### YOUR GOAL
Copy each line below in which the string "prepareServedEditor" occurs.

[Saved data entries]
+++++

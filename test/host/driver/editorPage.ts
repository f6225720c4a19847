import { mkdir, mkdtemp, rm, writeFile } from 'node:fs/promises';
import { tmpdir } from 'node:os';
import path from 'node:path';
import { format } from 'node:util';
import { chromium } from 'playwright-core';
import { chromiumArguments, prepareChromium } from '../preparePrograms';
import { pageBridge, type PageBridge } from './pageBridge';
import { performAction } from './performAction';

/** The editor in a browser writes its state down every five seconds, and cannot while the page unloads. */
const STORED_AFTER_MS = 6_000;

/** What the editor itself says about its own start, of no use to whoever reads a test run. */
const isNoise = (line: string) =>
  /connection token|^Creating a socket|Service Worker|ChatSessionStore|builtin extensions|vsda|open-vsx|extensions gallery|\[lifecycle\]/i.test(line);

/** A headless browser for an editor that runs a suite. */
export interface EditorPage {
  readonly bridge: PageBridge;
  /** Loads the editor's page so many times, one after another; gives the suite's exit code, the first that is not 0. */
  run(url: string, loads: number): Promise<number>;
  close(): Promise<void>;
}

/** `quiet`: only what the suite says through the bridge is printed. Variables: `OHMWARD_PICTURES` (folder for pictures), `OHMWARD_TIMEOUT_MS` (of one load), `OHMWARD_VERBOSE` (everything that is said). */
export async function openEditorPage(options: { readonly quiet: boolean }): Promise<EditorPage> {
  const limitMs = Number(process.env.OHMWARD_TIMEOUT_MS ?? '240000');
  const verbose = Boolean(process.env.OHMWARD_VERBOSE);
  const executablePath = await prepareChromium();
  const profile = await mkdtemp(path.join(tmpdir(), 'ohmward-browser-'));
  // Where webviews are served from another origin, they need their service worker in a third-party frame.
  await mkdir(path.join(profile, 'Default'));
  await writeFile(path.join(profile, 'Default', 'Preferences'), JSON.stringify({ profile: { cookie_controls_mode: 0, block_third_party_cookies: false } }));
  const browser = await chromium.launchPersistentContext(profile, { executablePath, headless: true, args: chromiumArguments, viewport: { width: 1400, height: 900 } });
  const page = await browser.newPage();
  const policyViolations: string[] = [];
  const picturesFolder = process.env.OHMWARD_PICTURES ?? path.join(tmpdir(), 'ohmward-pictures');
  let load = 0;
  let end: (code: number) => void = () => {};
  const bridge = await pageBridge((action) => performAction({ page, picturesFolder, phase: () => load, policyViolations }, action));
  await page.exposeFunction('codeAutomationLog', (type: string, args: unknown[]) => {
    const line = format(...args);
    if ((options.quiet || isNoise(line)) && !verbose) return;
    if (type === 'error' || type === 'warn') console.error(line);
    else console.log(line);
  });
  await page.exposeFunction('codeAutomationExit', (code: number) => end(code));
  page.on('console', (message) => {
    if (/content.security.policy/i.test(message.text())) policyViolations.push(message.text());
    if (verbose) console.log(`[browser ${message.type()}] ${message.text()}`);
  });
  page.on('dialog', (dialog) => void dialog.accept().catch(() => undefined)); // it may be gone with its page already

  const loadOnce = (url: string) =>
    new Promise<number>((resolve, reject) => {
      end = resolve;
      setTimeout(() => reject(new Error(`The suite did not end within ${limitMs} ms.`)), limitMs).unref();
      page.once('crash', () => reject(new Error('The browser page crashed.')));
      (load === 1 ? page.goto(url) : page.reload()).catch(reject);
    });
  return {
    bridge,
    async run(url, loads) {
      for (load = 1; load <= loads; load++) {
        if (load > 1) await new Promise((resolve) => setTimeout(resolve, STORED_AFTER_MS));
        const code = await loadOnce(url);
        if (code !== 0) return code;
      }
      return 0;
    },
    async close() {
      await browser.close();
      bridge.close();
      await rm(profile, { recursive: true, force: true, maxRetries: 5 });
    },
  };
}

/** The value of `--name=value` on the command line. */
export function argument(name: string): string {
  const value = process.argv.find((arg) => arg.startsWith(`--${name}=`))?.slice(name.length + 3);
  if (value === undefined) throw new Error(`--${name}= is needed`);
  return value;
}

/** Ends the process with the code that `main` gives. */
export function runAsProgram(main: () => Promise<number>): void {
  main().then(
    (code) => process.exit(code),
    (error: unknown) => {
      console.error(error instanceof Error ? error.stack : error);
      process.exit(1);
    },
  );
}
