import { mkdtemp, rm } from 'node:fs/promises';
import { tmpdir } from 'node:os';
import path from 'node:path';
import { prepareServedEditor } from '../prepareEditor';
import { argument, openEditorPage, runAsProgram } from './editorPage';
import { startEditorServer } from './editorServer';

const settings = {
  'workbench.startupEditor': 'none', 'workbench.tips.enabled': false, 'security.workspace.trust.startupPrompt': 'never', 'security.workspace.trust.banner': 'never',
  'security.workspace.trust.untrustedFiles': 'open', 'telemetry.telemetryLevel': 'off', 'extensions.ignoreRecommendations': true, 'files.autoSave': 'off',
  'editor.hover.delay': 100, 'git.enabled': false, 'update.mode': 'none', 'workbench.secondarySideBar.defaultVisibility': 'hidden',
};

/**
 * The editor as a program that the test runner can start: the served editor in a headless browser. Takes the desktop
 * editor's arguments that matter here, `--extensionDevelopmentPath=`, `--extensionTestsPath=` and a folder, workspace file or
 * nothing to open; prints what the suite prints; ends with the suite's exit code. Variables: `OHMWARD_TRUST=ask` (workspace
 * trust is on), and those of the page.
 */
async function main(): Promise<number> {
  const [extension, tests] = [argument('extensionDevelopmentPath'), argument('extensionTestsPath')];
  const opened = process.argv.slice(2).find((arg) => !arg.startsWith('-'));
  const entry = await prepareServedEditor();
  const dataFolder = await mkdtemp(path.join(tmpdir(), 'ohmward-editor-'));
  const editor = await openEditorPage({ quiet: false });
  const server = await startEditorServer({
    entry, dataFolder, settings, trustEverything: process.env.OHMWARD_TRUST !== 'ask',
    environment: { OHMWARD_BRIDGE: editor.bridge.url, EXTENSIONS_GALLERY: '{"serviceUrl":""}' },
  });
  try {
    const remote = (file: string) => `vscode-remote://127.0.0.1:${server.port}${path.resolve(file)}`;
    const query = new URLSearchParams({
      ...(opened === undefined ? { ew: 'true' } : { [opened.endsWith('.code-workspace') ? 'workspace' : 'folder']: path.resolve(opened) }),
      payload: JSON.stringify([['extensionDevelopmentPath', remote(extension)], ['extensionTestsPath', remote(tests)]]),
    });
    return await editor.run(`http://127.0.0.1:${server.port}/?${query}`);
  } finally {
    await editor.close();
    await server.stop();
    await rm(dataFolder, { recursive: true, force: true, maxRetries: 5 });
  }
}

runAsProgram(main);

+++++

### SOLUTION FOR THIS EXERCISE
import { prepareServedEditor } from '../prepareEditor';
  const entry = await prepareServedEditor();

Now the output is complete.